Этой новой формулой съезд не мог удержать своих левых союзников от дальнейшего наступления. Но этого мало; даже без агрессивности Ахеронта и его вожаков земский рецепт сам становился источником потрясений в стране. «Октроированной» конституции съезд не допускал. Значит, первое представительное собрание должно было быть созвано до конституции, до определения прав этого самого собрания
. Определение их должно было быть впоследствии сделано им самим «с утверждения государя». Но тогда возникали два связанных между собой вопроса. Во-первых, на чем же могли быть в этом случае основаны полномочия этого первого собрания? На это 27 апреля 1906 года ответил С. А. Муромцев в своем приветствии Думе, притом после того, как конституция была октроирована. Он в своей речи настаивал не на соблюдении конституции, а на «полном осуществлении прав, вытекающих из самой природы народного представительства»[794]. При наличии октроированной конституции фраза Муромцева, эффектная и покрытая аплодисментами, могла не быть опасна. Осуществления всех прав, вытекающих из самой природы народного представительства, можно было добиваться в рамках «октроированной конституции». Но что бы было, если бы собрание было созвано «без конституции», как это предлагал Земский съезд?

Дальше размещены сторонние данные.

/* Hampel (1974, JASA 69:383-393) identifier on a centred window of 15
 * days (the day itself left out): a day more than 3.5 robust standard
 * deviations from the window median, the robust sd being
 * max(1.4826 MAD, sqrt(median + 1)) so that Poisson noise alone is not
 * flagged, is a reporting artefact (backlog dump); so is a zero where the
 * median is at least 10 (an unreported day: P(0) < e^-10 under Poisson).
 * Both become missing days. */
/* ascending insertion sort of at most 14 values (no NaN) */
static void sort_small(double *v, int m) {
  for (int i = 1; i < m; i++) {
    double x = v[i];
    int j = i;
    while (j > 0 && v[j - 1] > x) {
      v[j] = v[j - 1];
      j--;
    }
    v[j] = x;
  }
}

size_t tf_cp_clean(double *y, size_t n) {
  enum { W = 7 };
  double win[2 * W], dev[2 * W];
  unsigned char *flag = calloc(n ? n : 1, 1);
  if (!flag)
    return 0;
  for (size_t t = 0; t < n; t++) {
    if (tf_isnan(y[t]))
      continue;
    size_t a = t > W ? t - W : 0, b = t + W < n ? t + W : n - 1;
    int m = 0;
    for (size_t u = a; u <= b; u++)
      if (u != t && !tf_isnan(y[u]))
        win[m++] = y[u];
    if (m < 6)
      continue;
    sort_small(win, m);
    double med = m % 2 ? win[m / 2] : 0.5 * (win[m / 2 - 1] + win[m / 2]);
    for (int i = 0; i < m; i++)
      dev[i] = fabs(win[i] - med);
    sort_small(dev, m);
    double mad = m % 2 ? dev[m / 2] : 0.5 * (dev[m / 2 - 1] + dev[m / 2]);
    double sd = fmax(1.4826 * mad, sqrt(med + 1));
    if (fabs(y[t] - med) > 3.5 * sd || (y[t] == 0 && med >= 10))
      flag[t] = 1;
  }
  size_t c = 0;
  for (size_t t = 0; t < n; t++)
    if (flag[t]) {
      y[t] = NAN;
      c++;
    }
  free(flag);
  return c;
}

/* ---- the posterior object ------------------------------------------------ */

int twofold_changes_new(twofold_changes **out) {
  if (!out)
    return TWOFOLD_EINVAL;
  *out = calloc(1, sizeof **out);
  if (!*out)
    return TWOFOLD_ENOMEM;
  tf_cp_options_defaults(&(*out)->opt);
  return 0;
}

/* Everything a run made, except the buffers a reused object keeps: the
 * segment-length tables (ch->lp, remade only when the length or the
 * prior changes) and the KINK pool (pool_free). */
static void changes_clear(twofold_changes *ch) {
  tf_cp_data_free(&ch->d);
  free(ch->Q);
  free(ch->Fa);
  free(ch->stop);
  free(ch->off);
  if (!ch->cache_pooled) {
    free(ch->clogP);
    free(ch->cb);
    free(ch->cv);
  }
  ch->cache_pooled = 0;
  free(ch->pch);
  free(ch->gmean);
  free(ch->gsd);
  free(ch->kprob);
  free(ch->mapstart);
  free(ch->mapb);
  free(ch->mapbsd);
  free(ch->maplvl);
  tf_kink_free(ch->kink);
  ch->Q = ch->Fa = NULL;
  ch->stop = ch->off = NULL;
  ch->clogP = ch->cb = ch->cv = NULL;
  ch->pch = ch->gmean = ch->gsd = ch->kprob = NULL;
  ch->mapstart = NULL;
  ch->mapb = ch->mapbsd = ch->maplvl = NULL;
  ch->kink = NULL;
  ch->ncache = ch->capcache = 0;
  ch->shrunk = 0;
  ch->ok = 0;
  ch->n = 0;
  ch->nmap = 0;
}

/* The buffers kept between KINK runs (after changes_clear). */
static void pool_free(twofold_changes *ch) {
  for (int i = 0; i < 4; i++) {
    free(ch->pool[i]);
    ch->pool[i] = NULL;
  }
  ch->poolcap = 0;
}

/* The JUMP and LEVEL cache (log P, b, its variance and backward()'s T per
 * candidate), kept between runs so that a daily job over many regions does
 * not take fresh pages for every series (as the KINK pool). */
static void jbuf_free(twofold_changes *ch) {
  for (int i = 0; i < 4; i++) {
    free(ch->jbuf[i]);
    ch->jbuf[i] = NULL;
  }
  ch->jbufcap = 0;
}

void twofold_changes_free(twofold_changes *ch) {
  if (!ch)
    return;
  changes_clear(ch);
  pool_free(ch);
  jbuf_free(ch);
  tf_lenprior_free(&ch->lp);
  free(ch);
}

static int fail(twofold_changes *ch, int code) {
  ch->status = code;
  if (code == TWOFOLD_ENOMEM && ch->msg[0] == '\0')
    tf_msg_set(ch->msg, code, "out of memory");
  changes_clear(ch);
  return code;
}

/* Room for one more JUMP or LEVEL candidate in the kept buffers (clogP,
 * cb and cv point into them; cache_pooled, so not freed with the
 * results). */
static int cache_room(twofold_changes *ch) {
  if (ch->ncache < ch->capcache)
    return 0;
  if (ch->ncache >= ch->jbufcap) {
    size_t cap = ch->jbufcap ? 2 * ch->jbufcap : 4096;
    if (cap > CACHE_LIMIT)
      cap = CACHE_LIMIT;
    if (cap <= ch->ncache)
      return tf_msg_set(ch->msg, TWOFOLD_ETOOLARGE,
                        "more than %zu candidate segments survive pruning; "
                        "raise the pruning threshold or shorten the series",
                        (size_t)CACHE_LIMIT);
    for (int i = 0; i < 4; i++) {
      double *a = realloc(ch->jbuf[i], cap * sizeof(double));
      if (!a)
        return TWOFOLD_ENOMEM;
      ch->jbuf[i] = a;
    }
    ch->jbufcap = cap;
  }
  ch->clogP = ch->jbuf[0];
  ch->cb = ch->jbuf[1];
  ch->cv = ch->jbuf[2];
  ch->cache_pooled = 1;
  ch->capcache = ch->jbufcap;
  return 0;
}

static int cache_push(twofold_changes *ch, double lp, double b, double v) {
  int rc = cache_room(ch);
  if (rc)
    return rc;
  ch->clogP[ch->ncache] = lp;
  if (ch->d.kind == TWOFOLD_CP_JUMP) {
    ch->cb[ch->ncache] = b;
    ch->cv[ch->ncache] = v;
  }
  ch->ncache++;
  return 0;
}

/* Log weight of segment [s, e] in the recursions, without F and Q. */
static inline double seg_prior(const twofold_changes *ch, size_t s, size_t e) {
  size_t L = e - s + 1;
  return e + 1 < ch->n ? tf_lg(&ch->lp, s, L) : tf_lsurv(&ch->lp, s, L);
}

/* The backward recursion (METHODS A2), which also leaves in ch->jbuf[3],
 * per cache entry, T(s, e) = P(s, e) g(e - s + 1) Q(e + 1) / Q(s) (0 where
 * impossible) for tf_cp_results: each term is taken against the running
 * largest as the sum is formed, e^{term - m} (tf_lsum_addq), and
 * multiplied by e^{m - Q(s)} once Q(s) is known, one exp per change of m
 * rather than one per entry. */
static int backward(twofold_changes *ch) {
  size_t n = ch->n;
  const tf_cpdata *d = &ch->d;
  double leps = ch->opt.prune > 0 ? log(ch->opt.prune) : -INFINITY;
  double lnmax = log((double)n + 1);
  /* where the running largest changed for the current start: entry index
   * and the new largest */
  size_t *mi = malloc(n * sizeof *mi);
  double *mv = malloc(n * sizeof *mv);
  if (!mi || !mv) {
    free(mi);
    free(mv);
    return TWOFOLD_ENOMEM;
  }
  ch->Q[n] = 0;
  int rc = 0;
  /* The cache is filled from t = n-1 down, contiguous per start. */
  for (size_t t = n; t-- > 0;) {
    double am = -INFINITY, as = 0; /* running sum e^am * as */
    size_t run = 0, e = t, nm = 0;
    double b = d->rmean, bprev = NAN;
    tf_psum ps; /* JUMP: the power sums of the segments starting at t */
    tf_psum_init(&ps, t, b);
    ch->off[t] = ch->ncache;
    for (; e < n; e++) {
      size_t L = e - t + 1;
      double lg = seg_prior(ch, t, e);
      double lp = -INFINITY, v = 0;
      if (lg > -INFINITY) {
        if (d->kind == TWOFOLD_CP_LEVEL) {
          lp = tf_seg_level(d, t, e, NULL);
        } else {
          /* warm start: the modes of [t, e-2] and [t, e-1] extrapolated */
          double b1 = b;
          if (isfinite(bprev))
            b = b + (b - bprev);
          lp = tf_seg_jump_ps(d, &ps, e, &b, &v, NULL);
          bprev = b1;
        }
      }
      size_t k = ch->ncache;
      rc = cache_push(ch, lp, b, v);
      if (rc)
        goto out;
      /* the sum, keeping e^{term - am} and where am changed */
      double am0 = am;
      ch->jbuf[3][k] = tf_lsum_addq(&am, &as, lp + lg + ch->Q[e + 1]);
      if (am != am0) {
        mi[nm] = L - 1;
        mv[nm++] = am;
      }
      if (e + 1 < n && L >= (size_t)ch->opt.min_seg && am > -INFINITY) {
        /* bound < eps * sum, with log sum in [am, am + log nterm] and
         * nterm <= n: the log is needed only between am and am + lnmax */
        double bound = lp + tf_lsurv(&ch->lp, t, L) + ch->Q[e + 1] - leps;
        int below = bound < am ||
                    (bound < am + lnmax && bound < am + log(as));
        if (below) {
          if (++run >= PRUNE_RUN)
            break;
        } else {
          run = 0;
        }
      }
    }
    ch->stop[t] = e < n ? e : n - 1;
    ch->Q[t] = tf_lsum_log(am, as);
    /* T = e^{term - m} e^{m - Q(t)} */
    size_t ne = ch->stop[t] - t + 1;
    double *c = ch->jbuf[3] + ch->off[t];
    for (size_t j = 0; j < nm; j++) {
      size_t to = j + 1 < nm ? mi[j + 1] : ne;
      double f = exp(mv[j] - ch->Q[t]);
      for (size_t i = mi[j]; i < to; i++)
        c[i] *= f;
    }
  }
out:
  free(mi);
  free(mv);
  return rc;
}
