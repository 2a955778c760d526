export const pct = (share: number | null) => (share === null ? '—' : `${(share * 100).toFixed(0)} %`);
export const secs = (s: number | null) => (s === null ? '—' : `${s.toFixed(0)} s`);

Народное представительство в этих условиях имело бы право считать себя единственным выражением народного суверенитета, «волей народа». Оно тогда, действительно, стояло бы выше закона, черпало бы свои полномочие не из закона, а из «природы вещей». А если это так, то, во-вторых, что значили слова об «утверждении конституции государем»? Как быть в случае несогласия представительного собрания и монарха? Если монарх, по мнению съезда, не имел права октроировать конституцию, на чем могло быть основано его право не соглашаться с уже выраженной «волей народа»? Какой выход был бы из конфликта двух принципов? Только состязание фактических сил. Или бы монарх оказался сильнее и представительство было бы уничтожено; или бы сила была у представительства и произошло бы то, что в аналогичном случае было во Франции в 1789 году. Формула съезда вела прямой дорогой к конфликту; она его только отсрочивала, оставляя государю шанс его избежать полной уступкой желаниям представительства. Эта формула только по внешности казалась более лояльной, чем формула делегации; по существу она была отрицанием права государя самому установить конституционный порядок, которому он отдавал свою прежнюю неограниченную власть. Вот что значила формула, которую по иронии судьбы предлагал от Бюро Милюков, который недавно советовал Витте октроировать конституцию, не смущаясь тем, что его будут за это бранить.Таковы перспективы, которые съезд готовил на будущее. Зато в настоящем
последствием его совета могло быть только одно: авторитет монархической власти, на котором пока еще держалась Россия, был бы подорван совсем. Правительство, которое бы хотело действовать ее именем, имело бы вид самозванца, который говорит именем лица несуществующего. Революционеры этим были бы приглашены торопиться занимать все позиции, не дожидаясь, пока кадеты «предадут» революцию. 17 октября [1905 года] принесло бы в этом случае именно революцию, а не конституционную монархию.Так на съезде разрешился давнишний скрытый конфликт между земской и интеллигентской идеологиями. Земцы, привыкшие работать в рамках законов, установленных исторической властью, хотели установления конституционного строя, но добивались этого в порядке реформы, а не в порядке низвержения власти и подчинения Учредительному собранию. Они оставались такими даже на июльском съезде, уже после раскола[795]
. Их проект конституции, хотя и построенный на парламентаризме, на четыреххвостке, на полном народовластии, в отличие от «освобожденского проекта» об Учредительном собрании не упоминал. А в среде «интеллигенции» Учредительное собрание становилось какой-то мистической идеей и росла непонятная уверенность, будто весь народ его добивается. С этой верой, над которой жизнь так насмеялась, интеллигент пошел в Учредительное собрание в 1917 году. Этого опыта оказалось, однако, для него недостаточно, и он продолжал верить в него и в Сибири, и даже позже, в Париже[796].На ноябрьском съезде произошел по форме компромисс между двумя идеологиями, а по существу — капитуляция земства перед интеллигенцией. На словах
земцы как будто чего-то добились: вместо Учредительного собрания были «учредительные функции Думы» и допускалось даже утверждение государя. А по существу, не декретируя революции, земцы своей позицией делали ее неизбежной. Это типичный пример тактики «руководящей политической группы». Она победила земскую идеологию и показала, что съезд не может быть серьезной опорой для власти.